I saw him in Louis the Hatters, downtown. He pointed at my Stetson, laughed, You aint ever gonna look like a nigger. Later, he wrote poems of babies in frozen tenements, garbage alive with maggots, the love a woman makes, the greasy riders with Detroit skin, the toughest in the world. He would be the poet of this hell. That bullet slicing your brain isnt poetry, Thigpen. IT WILL RAIN ALL DAY Breakfast at Bucks Eat Place; a portrait of Henry Ford, two eggs, hash browns, sour coffee.

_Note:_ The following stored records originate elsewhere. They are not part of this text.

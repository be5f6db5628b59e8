import { and, count, desc, eq, gte, inArray, isNull, sql } from 'drizzle-orm'
import type { Handle } from '../client'
import { areas } from '../schema/area'
import { households } from '../schema/household'
import { kits } from '../schema/kit'
import { partPromises } from '../schema/promise'
import { staff } from '../schema/staff'
import { texts } from '../schema/text'
import { ticketEvents, tickets, walks } from '../schema/ticket'
import { visits } from '../schema/visit'

const worstFirst = sql`array_position(array['danger sign', 'unwell', 'unsafe', 'no flow', 'slow', 'unread', 'silent'], ${tickets.trouble})`

/** Open tickets with whom they concern and who has them: the gravest troubles first, then the oldest. */
export async function listOpenTickets(db: Handle, limit: number) {
  return db
    .select({ ticket: tickets, kit: kits, household: households, area: areas, holder: staff.name })
    .from(tickets)
    .innerJoin(kits, eq(kits.id, tickets.kitId))
    .innerJoin(households, eq(households.id, tickets.householdId))
    .innerJoin(areas, eq(areas.id, households.areaId))
    .leftJoin(staff, eq(staff.id, tickets.takenBy))
    .where(isNull(tickets.endedAt))
    .orderBy(worstFirst, tickets.openedAt, tickets.id)
    .limit(limit)
}

export type OpenTicket = Awaited<ReturnType<typeof listOpenTickets>>[number]

function lastOf(db: Handle, direction: 'in' | 'out') {
  return db
    .select({ body: texts.body, state: texts.state, language: texts.language })
    .from(texts)
    .where(and(eq(texts.householdId, households.id), eq(texts.direction, direction)))
    .orderBy(desc(texts.n))
    .limit(1)
    .as(`last_${direction}`)
}

/** The last text of one direction with each of these households. */
export async function listLastTexts(db: Handle, householdIds: string[], direction: 'in' | 'out') {
  if (householdIds.length === 0) return []
  const last = lastOf(db, direction)
  return db
    .select({ householdId: households.id, body: last.body, state: last.state })
    .from(households)
    .innerJoinLateral(last, sql`true`)
    .where(inArray(households.id, householdIds))
}

/** How the walks of these tickets stand: answers so far, washes among them. */
export async function listWalkCounts(db: Handle, ticketIds: string[]) {
  if (ticketIds.length === 0) return []
  const washes = sql<number>`jsonb_array_length(jsonb_path_query_array(${walks.walk}, '$.tried[*] ? (@.stepId == "wash-fibre")'))`
  return db
    .select({
      ticketId: walks.ticketId,
      tried: sql<number>`jsonb_array_length(${walks.walk} -> 'tried')`,
      washes,
    })
    .from(walks)
    .where(inArray(walks.ticketId, ticketIds))
}

/** Those of these tickets whose present holder was given it by a colleague. */
export async function listHandedOn(db: Handle, ticketIds: string[]) {
  if (ticketIds.length === 0) return []
  return db
    .selectDistinctOn([ticketEvents.ticketId], {
      ticketId: ticketEvents.ticketId,
      kind: ticketEvents.kind,
    })
    .from(ticketEvents)
    .where(
      and(
        inArray(ticketEvents.ticketId, ticketIds),
        inArray(ticketEvents.kind, ['taken', 'handed on']),
      ),
    )
    .orderBy(ticketEvents.ticketId, desc(ticketEvents.n))
}

/** Texts of these moments that went for these tickets, oldest first. */
export async function listTextsOfMoments(db: Handle, ticketIds: string[], moments: string[]) {
  if (ticketIds.length === 0) return []
  return db
    .select({
      ticketId: texts.ticketId,
      moment: texts.moment,
      state: texts.state,
      stateWhy: texts.stateWhy,
      at: sql<number>`coalesce(${texts.sentAt}, ${texts.createdAt})`.mapWith(texts.createdAt),
    })
    .from(texts)
    .where(and(inArray(texts.ticketId, ticketIds), inArray(texts.moment, moments)))
    .orderBy(texts.n)
}

/** Parts that are owed to these kits. */
export async function listPromisesOfKits(db: Handle, kitIds: string[]) {
  if (kitIds.length === 0) return []
  return db
    .select()
    .from(partPromises)
    .where(and(inArray(partPromises.kitId, kitIds), eq(partPromises.state, 'promised')))
}

export async function listDueVisits(db: Handle, householdIds: string[]) {
  if (householdIds.length === 0) return []
  return db
    .select()
    .from(visits)
    .where(and(inArray(visits.householdId, householdIds), eq(visits.state, 'due')))
}

/** What came of the day since an instant: brought back to flowing, promised, booked. */
export async function countSince(db: Handle, since: number) {
  const [flowing] = await db
    .select({ n: count() })
    .from(tickets)
    .where(and(eq(tickets.stage, 'flowing'), gte(tickets.endedAt, since)))
  const [parts] = await db
    .select({ n: count() })
    .from(partPromises)
    .where(gte(partPromises.promisedAt, since))
  const [booked] = await db.select({ n: count() }).from(visits).where(gte(visits.createdAt, since))
  return { flowing: flowing?.n ?? 0, parts: parts?.n ?? 0, visits: booked?.n ?? 0 }
}
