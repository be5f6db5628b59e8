import { sql } from 'drizzle-orm'
import type { Handle } from '../client'

function instantOf(value: unknown): number | null {
  return value === null || value === undefined ? null : Number(value)
}

/** Figures by which one sees whether texts move; instants in epoch milliseconds. */
export async function findHealth(db: Handle, now: number) {
  const found = await db.execute(sql`
    select
      (select count(*)::int from attempts where state in ('posting', 'in doubt')) as in_doubt,
      (select (extract(epoch from max(sent_at)) * 1000)::float8 from texts) as last_sent_at,
      (select (extract(epoch from max(created_at)) * 1000)::float8 from prompts) as last_plan_at,
      (select (extract(epoch from min(send_after)) * 1000)::float8 from texts
        where state = 'queued' and send_after <= ${new Date(now).toISOString()}::timestamptz) as oldest_unsent_at`)
  const row = found.rows[0] ?? {}
  return {
    inDoubt: Number(row.in_doubt ?? 0),
    lastSentAt: instantOf(row.last_sent_at),
    lastPlanAt: instantOf(row.last_plan_at),
    oldestUnsentAt: instantOf(row.oldest_unsent_at),
  }
}
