import { and, asc, eq, gt, ne } from 'drizzle-orm'
import type { Handle } from '../client'
import { suppressions } from '../schema/consent'
import { phones } from '../schema/household'

export async function insertSuppressions(db: Handle, rows: (typeof suppressions.$inferInsert)[]) {
  if (rows.length > 0) await db.insert(suppressions).values(rows).onConflictDoNothing()
}

export async function deleteSuppression(db: Handle, hash: string) {
  await db.delete(suppressions).where(eq(suppressions.hash, hash))
}

export async function hasSuppression(db: Handle, hash: string): Promise<boolean> {
  const found = await db
    .select({ hash: suppressions.hash })
    .from(suppressions)
    .where(eq(suppressions.hash, hash))
  return found.length > 0
}

/** True if some number was kept with another key than this one. */
export async function hasOtherKey(db: Handle, keyMark: string): Promise<boolean> {
  const found = await db
    .select({ hash: suppressions.hash })
    .from(suppressions)
    .where(ne(suppressions.keyMark, keyMark))
    .limit(1)
  return found.length > 0
}

/** One page of the numbers whose phone has opted out, in order; `after` is the last of the page before. */
export async function listWithdrawnNumbers(
  db: Handle,
  { after, limit }: { after: string; limit: number },
): Promise<string[]> {
  const rows = await db
    .select({ e164: phones.e164 })
    .from(phones)
    .where(and(eq(phones.consent, 'withdrawn'), gt(phones.e164, after)))
    .orderBy(asc(phones.e164))
    .limit(limit)
  return rows.map(({ e164 }) => e164)
}
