import { asc, eq } from 'drizzle-orm'
import type { Handle } from '../client'
import { kitModels, kitModelStages } from '../schema/kit'
import { parts } from '../schema/part'

const MODEL = {
  name: 'Three-stage gravity kit',
  nominalLitresPerHour: 18,
  bottleLitres: 1,
}

/** The stages of the first kit model. Months between changes and what is washed: common practice, no source. */
export const firstModelStages = [
  { position: 1, kind: 'cloth', part: 'Cloth', changeMonths: 1, washed: true },
  { position: 2, kind: 'carbon', part: 'Carbon', changeMonths: 3, washed: false },
  { position: 3, kind: 'fibre', part: 'Fibre', changeMonths: 12, washed: true },
] as const

const spares = [
  { name: 'Cap', kind: 'cap' },
  { name: 'Hose', kind: 'hose' },
] as const

/**
 * The kit model every programme begins with, its parts and their months, when there is no model yet.
 * Called at each start; a programme that has a model keeps its own.
 */
export async function insertReferenceData(db: Handle): Promise<void> {
  const known = await db.select({ id: kitModels.id }).from(kitModels).limit(1)
  if (known.length > 0) return
  const [model] = await db.insert(kitModels).values(MODEL).returning()
  if (!model) throw new Error('The kit model was not kept.')
  for (const { part: name, ...stage } of firstModelStages) {
    const [part] = await db.insert(parts).values({ name, kind: stage.kind }).returning()
    if (!part) throw new Error('A part was not kept.')
    await db.insert(kitModelStages).values({ ...stage, modelId: model.id, partId: part.id })
  }
  await db.insert(parts).values([...spares])
}

export async function listKitModels(db: Handle) {
  return db.select().from(kitModels).orderBy(asc(kitModels.name))
}

export async function findKitModel(db: Handle, modelId: string) {
  const [row] = await db.select().from(kitModels).where(eq(kitModels.id, modelId))
  return row ?? null
}

/** The stages of a model, top to bottom. */
export async function listModelStages(db: Handle, modelId: string) {
  return db
    .select()
    .from(kitModelStages)
    .where(eq(kitModelStages.modelId, modelId))
    .orderBy(asc(kitModelStages.position))
}
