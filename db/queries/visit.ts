import { and, eq } from 'drizzle-orm'
import type { Handle } from '../client'
import { visits } from '../schema/visit'

/** A visit; null when the household has one due already. */
export async function insertVisit(db: Handle, row: typeof visits.$inferInsert) {
  const [made] = await db.insert(visits).values(row).onConflictDoNothing().returning()
  return made ?? null
}

export async function findDueVisit(db: Handle, householdId: string) {
  const [row] = await db
    .select()
    .from(visits)
    .where(and(eq(visits.householdId, householdId), eq(visits.state, 'due')))
  return row ?? null
}

export async function endVisit(
  db: Handle,
  visitId: string,
  { note, endedAt }: { note: string; endedAt: number },
) {
  await db.update(visits).set({ state: 'done', note, endedAt }).where(eq(visits.id, visitId))
}

/** Withdraws what is still due for a ticket that has ended. */
export async function withdrawVisits(db: Handle, ticketId: string, endedAt: number) {
  await db
    .update(visits)
    .set({ state: 'withdrawn', endedAt })
    .where(and(eq(visits.ticketId, ticketId), eq(visits.state, 'due')))
}
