import { sql } from 'drizzle-orm'
import type { Handle } from '../client'

export type Waiting = {
  /** When the next text may go, and the next silence is to be followed up; null where there is none. */
  textAt: number | null
  nudgeAt: number | null
  /** A text's fate is not known yet. */
  inDoubt: boolean
}

/** What waits to be done by the clock. */
export async function findWaiting(db: Handle): Promise<Waiting> {
  const { rows } = await db.execute<Record<'text_at' | 'nudge_at', number | string | null>>(sql`
    select
      (select extract(epoch from min(send_after))::float8 * 1000 from texts
        where state = 'queued') as text_at,
      (select extract(epoch from min(nudge_after))::float8 * 1000 from prompts
        where state = 'asked') as nudge_at,
      (select count(*)::int from attempts where state in ('posting', 'in doubt')) as in_doubt`)
  const [row] = rows as Record<string, number | string | null>[]
  const at = (value: number | string | null | undefined) => (value == null ? null : Number(value))
  return {
    textAt: at(row?.text_at),
    nudgeAt: at(row?.nudge_at),
    inDoubt: Number(row?.in_doubt ?? 0) > 0,
  }
}

/** What happened after `from` and up to `to`. */
export async function countHappened(db: Handle, { from, to }: { from: number; to: number }) {
  const span = (column: 'created_at' | 'sent_at' | 'opened_at') =>
    sql`${sql.identifier(column)} > ${new Date(from).toISOString()}::timestamptz
      and ${sql.identifier(column)} <= ${new Date(to).toISOString()}::timestamptz`
  const { rows } = await db.execute<Record<'planned' | 'sent' | 'opened', number | string>>(sql`
    select
      (select count(*) from prompts where ${span('created_at')})::int as planned,
      (select count(*) from texts where direction = 'out' and ${span('sent_at')})::int as sent,
      (select count(*) from tickets where ${span('opened_at')})::int as opened`)
  const [row] = rows
  return {
    prompts: Number(row?.planned ?? 0),
    texts: Number(row?.sent ?? 0),
    tickets: Number(row?.opened ?? 0),
  }
}
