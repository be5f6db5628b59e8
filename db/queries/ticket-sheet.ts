import { and, asc, desc, eq, inArray, isNotNull, isNull } from 'drizzle-orm'
import type { Handle } from '../client'
import { staff } from '../schema/staff'
import { texts } from '../schema/text'
import { tickets } from '../schema/ticket'

export async function findTicket(db: Handle, ticketId: string) {
  const [row] = await db.select().from(tickets).where(eq(tickets.id, ticketId))
  return row ?? null
}

/** Names of these people, whether or not they still sign in. */
export async function listStaffNames(db: Handle, staffIds: string[]) {
  if (staffIds.length === 0) return []
  return db
    .select({ id: staff.id, name: staff.name })
    .from(staff)
    .where(inArray(staff.id, staffIds))
}

const mostColleagues = 100

/** Who can work on tickets, by name. */
export async function listTicketWorkers(db: Handle) {
  return db
    .select({ id: staff.id, name: staff.name, languages: staff.languages })
    .from(staff)
    .where(and(inArray(staff.role, ['agent', 'coordinator']), isNull(staff.disabledAt)))
    .orderBy(asc(staff.name), asc(staff.id))
    .limit(mostColleagues)
}

/** The last step that went to the household for a ticket, with how far it has come. */
export async function findLastStepText(db: Handle, ticketId: string) {
  const [row] = await db
    .select()
    .from(texts)
    .where(and(eq(texts.ticketId, ticketId), eq(texts.direction, 'out'), isNotNull(texts.stepId)))
    .orderBy(desc(texts.n))
    .limit(1)
  return row ?? null
}

/** The last words that came in for a ticket. */
export async function findLastWords(db: Handle, ticketId: string) {
  const [row] = await db
    .select({ body: texts.body })
    .from(texts)
    .where(and(eq(texts.ticketId, ticketId), eq(texts.direction, 'in')))
    .orderBy(desc(texts.n))
    .limit(1)
  return row?.body ?? null
}
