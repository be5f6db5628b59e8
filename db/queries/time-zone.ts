import { asc, count, desc, eq } from 'drizzle-orm'
import type { Handle } from '../client'
import { areas } from '../schema/area'
import { households } from '../schema/household'

/** The zones of the areas, the one with most households first; empty on a desk without areas. */
export async function listTimeZones(db: Handle): Promise<string[]> {
  const rows = await db
    .select({ timeZone: areas.timeZone })
    .from(areas)
    .leftJoin(households, eq(households.areaId, areas.id))
    .groupBy(areas.timeZone)
    .orderBy(desc(count(households.id)), asc(areas.timeZone))
  return rows.map(({ timeZone }) => timeZone)
}
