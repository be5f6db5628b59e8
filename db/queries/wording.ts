import { aliasedTable, and, desc, eq, inArray, sql } from 'drizzle-orm'
import type { Language } from '@/lib/domain/language'
import type { Handle } from '../client'
import { staff } from '../schema/staff'
import { texts } from '../schema/text'
import { wordings } from '../schema/wording'

export type WordingRow = typeof wordings.$inferSelect

/** The first of `lib/domain/language`, of which only types may come in here; a test holds them together. */
export const firstLanguage: Language = 'en'

type Place = { moment: string; language: Language }

const at = ({ moment, language }: Place) =>
  and(eq(wordings.moment, moment), eq(wordings.language, language))

/**
 * What a text says at a moment: the edition in use in the language, or in the first language where it
 * has none. The row's own `language` says which. Null: nothing may be texted at this moment.
 */
export async function findWordingInUse(
  db: Handle,
  moment: string,
  language: Language,
): Promise<WordingRow | null> {
  const rows = await db
    .select()
    .from(wordings)
    .where(
      and(
        eq(wordings.moment, moment),
        eq(wordings.state, 'in use'),
        inArray(wordings.language, [language, firstLanguage]),
      ),
    )
  return rows.find((row) => row.language === language) ?? rows[0] ?? null
}

const writer = aliasedTable(staff, 'writer')
const approver = aliasedTable(staff, 'approver')
const second = aliasedTable(staff, 'second_approver')

function withPeople(db: Handle) {
  return db
    .select({
      wording: wordings,
      writtenByName: writer.name,
      approvedByName: approver.name,
      secondApprovedByName: second.name,
    })
    .from(wordings)
    .leftJoin(writer, eq(writer.id, wordings.writtenBy))
    .leftJoin(approver, eq(approver.id, wordings.approvedBy))
    .leftJoin(second, eq(second.id, wordings.secondApprovedBy))
}

export type WordingWithPeople = Awaited<ReturnType<typeof listLivingWordings>>[number]

/** Every wording in use and every open draft, with the names of who wrote and approved. */
export async function listLivingWordings(db: Handle) {
  return withPeople(db).where(inArray(wordings.state, ['in use', 'draft', 'approved']))
}

/** All editions of one place, newest first. */
export async function listEditions(db: Handle, place: Place) {
  return withPeople(db).where(at(place)).orderBy(desc(wordings.edition))
}

/** The open draft of a place, held until the end of the transaction. */
export async function findOpenWordingForUpdate(tx: Handle, place: Place) {
  const [row] = await tx
    .select()
    .from(wordings)
    .where(and(at(place), inArray(wordings.state, ['draft', 'approved'])))
    .for('update')
  return row ?? null
}

/** The edition in use at exactly this place: no falling back. */
export async function findOwnWordingInUse(db: Handle, place: Place) {
  const [row] = await db
    .select()
    .from(wordings)
    .where(and(at(place), eq(wordings.state, 'in use')))
  return row ?? null
}

/** The highest edition of a place, 0 where there is none. */
export async function findLastEdition(db: Handle, place: Place): Promise<number> {
  const [row] = await db
    .select({ last: sql<number>`coalesce(max(${wordings.edition}), 0)::int` })
    .from(wordings)
    .where(at(place))
  return row?.last ?? 0
}

/** Null when somebody else has opened a draft there in the meantime. */
export async function insertWording(db: Handle, row: typeof wordings.$inferInsert) {
  const [made] = await db.insert(wordings).values(row).onConflictDoNothing().returning()
  return made ?? null
}

export async function updateWording(
  db: Handle,
  wordingId: string,
  change: Partial<typeof wordings.$inferInsert>,
) {
  await db.update(wordings).set(change).where(eq(wordings.id, wordingId))
}

/** How many texts of a place left the desk since an instant, and how many parts they took. */
export async function countTextsSince(db: Handle, place: Place & { since: number }) {
  const [row] = await db
    .select({
      texts: sql<number>`count(*)::int`,
      parts: sql<number>`coalesce(sum(${texts.segments}), 0)::int`,
    })
    .from(texts)
    .where(
      and(
        eq(texts.direction, 'out'),
        eq(texts.moment, place.moment),
        eq(texts.language, place.language),
        sql`${texts.sentAt} >= ${new Date(place.since).toISOString()}::timestamptz`,
      ),
    )
  return row ?? { texts: 0, parts: 0 }
}

export type FirstWording = Place & { body: string; note: string }

/**
 * Puts a first edition in use at every place that has no edition at all. Once there, a place is the
 * coordinator's: a later first edition never comes back. Returns how many were put in.
 */
export async function insertFirstEditions(
  tx: Handle,
  given: readonly FirstWording[],
  now: number,
): Promise<number> {
  if (given.length === 0) return 0
  const made = await tx
    .insert(wordings)
    .values(
      given.map((wording) => ({
        ...wording,
        edition: 1,
        state: 'in use' as const,
        firstLanguageEdition: 1,
        writtenAt: now,
        inUseFrom: now,
      })),
    )
    .onConflictDoNothing()
    .returning({ id: wordings.id })
  return made.length
}
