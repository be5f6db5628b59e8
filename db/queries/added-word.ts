import { aliasedTable, and, asc, desc, eq, isNotNull, isNull } from 'drizzle-orm'
import type { Language } from '@/lib/domain/language'
import type { Handle } from '../client'
import { addedWords } from '../schema/reply-word'
import { staff } from '../schema/staff'
import { texts } from '../schema/text'

/** The words in force in every language, oldest first. */
export async function listWordsInForce(db: Handle, limit: number) {
  return db
    .select({
      id: addedWords.id,
      language: addedWords.language,
      concept: addedWords.concept,
      phrase: addedWords.phrase,
    })
    .from(addedWords)
    .where(isNull(addedWords.retiredAt))
    .orderBy(asc(addedWords.addedAt), asc(addedWords.id))
    .limit(limit)
}

const adder = aliasedTable(staff, 'adder')
const retirer = aliasedTable(staff, 'retirer')

function withPeople(db: Handle) {
  return db
    .select({ word: addedWords, body: texts.body, addedBy: adder.name, retiredBy: retirer.name })
    .from(addedWords)
    .leftJoin(adder, eq(adder.id, addedWords.addedBy))
    .leftJoin(retirer, eq(retirer.id, addedWords.retiredBy))
    .leftJoin(texts, eq(texts.id, addedWords.textId))
}

export type WordWithPeople = Awaited<ReturnType<typeof listWordsOfLanguage>>[number]

/** What the programme added to a language and has in force, newest first. */
export async function listWordsOfLanguage(db: Handle, language: Language, limit: number) {
  return withPeople(db)
    .where(and(eq(addedWords.language, language), isNull(addedWords.retiredAt)))
    .orderBy(desc(addedWords.addedAt), asc(addedWords.id))
    .limit(limit)
}

/** What it added and has retired since, the last retired on top. */
export async function listRetiredWords(db: Handle, language: Language, limit: number) {
  return withPeople(db)
    .where(and(eq(addedWords.language, language), isNotNull(addedWords.retiredAt)))
    .orderBy(desc(addedWords.retiredAt), asc(addedWords.id))
    .limit(limit)
}

/** Null when the phrase has a meaning in force in this language already. */
export async function insertAddedWord(db: Handle, row: typeof addedWords.$inferInsert) {
  const [made] = await db.insert(addedWords).values(row).onConflictDoNothing().returning()
  return made ?? null
}

/** Takes a word out of force; null when there is none such in force. */
export async function retireAddedWord(
  db: Handle,
  wordId: string,
  { retiredBy, retiredAt }: { retiredBy: string; retiredAt: number },
) {
  const [row] = await db
    .update(addedWords)
    .set({ retiredBy, retiredAt })
    .where(and(eq(addedWords.id, wordId), isNull(addedWords.retiredAt)))
    .returning()
  return row ?? null
}
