import { and, asc, count, eq, exists, ilike, isNull, or, sql, type SQL } from 'drizzle-orm'
import type { Handle } from '../client'
import { areas } from '../schema/area'
import { householdPhones, households, phones } from '../schema/household'
import { kits } from '../schema/kit'
import { tickets } from '../schema/ticket'

/** The letters of a search as they stand, not as a pattern. */
function literally(text: string): string {
  return text.replace(/[\\%_]/g, '\\$&')
}

function hasPhone(db: Handle, digits: string): SQL {
  return exists(
    db
      .select({ one: sql`1` })
      .from(householdPhones)
      .innerJoin(phones, eq(phones.id, householdPhones.phoneId))
      .where(
        and(
          eq(householdPhones.householdId, households.id),
          ilike(phones.e164, `%${literally(digits)}%`),
        ),
      ),
  )
}

/** By name, place, area, phone (three digits or more) or kit number (`12` or `kit 12`). */
function matches(db: Handle, search: string): SQL | undefined {
  if (search === '') return undefined
  const pattern = `%${literally(search)}%`
  const kitNumber = /^(?:kit\s*)?(\d{1,9})$/i.exec(search)?.[1]
  const digits = /^[+\d\s().-]+$/.test(search) ? search.replace(/\D/g, '') : ''
  return or(
    ilike(households.name, pattern),
    ilike(households.place, pattern),
    ilike(areas.name, pattern),
    kitNumber === undefined ? undefined : eq(kits.number, Number(kitNumber)),
    digits.length >= 3 ? hasPhone(db, digits) : undefined,
  )
}

/** Kits with their households, by the household's name, one page, and how many there are in all. */
export async function listHouseholdRows(
  db: Handle,
  { search, limit, offset }: { search: string; limit: number; offset: number },
) {
  const where = matches(db, search)
  const rows = await db
    .select({ household: households, area: areas, kit: kits, ticket: tickets })
    .from(kits)
    .innerJoin(households, eq(households.id, kits.householdId))
    .innerJoin(areas, eq(areas.id, households.areaId))
    .leftJoin(tickets, and(eq(tickets.kitId, kits.id), isNull(tickets.endedAt)))
    .where(where)
    .orderBy(asc(households.name), asc(kits.number))
    .limit(limit)
    .offset(offset)
  const [all] = await db
    .select({ n: count() })
    .from(kits)
    .innerJoin(households, eq(households.id, kits.householdId))
    .innerJoin(areas, eq(areas.id, households.areaId))
    .where(where)
  return { rows, total: all?.n ?? 0 }
}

Afterwards I walk out on Vernor Avenue, looks like a river in the rain, the signs from small stores hanging over the wet sidewalks like trees. But rivers are not passed over by a woman wearing a windbreaker with flags sewn on both shoulders, muttering to herself, head down, or an unshaven man older than he is, his body slanting as if hes about to fall headlong into a dream. Neither looks at me waiting at the light, in my car, as windshield wipers eliminate the stars of water. Along the cemetery, poplars look upward with thousands of eyes into the rain that comes down on hills of lime and coal, reminding me of Metz, but the wind that lifted rhododendrons that April isnt here with me. What do I want, driving through streets past bars where fifty-year-old truck drivers sip whiskey and dont feel like talking, past houses where chimney smoke reveals fires and rooms I will never know? On Fort Street I pass the bar with Fight Poverty Drink & Dance scrawled in white paint across its windowless front, and then a block-long building, windows knocked in, wires ripped from the walls, toilet bowls covered with dirt and spiderwebs. It will rain all day.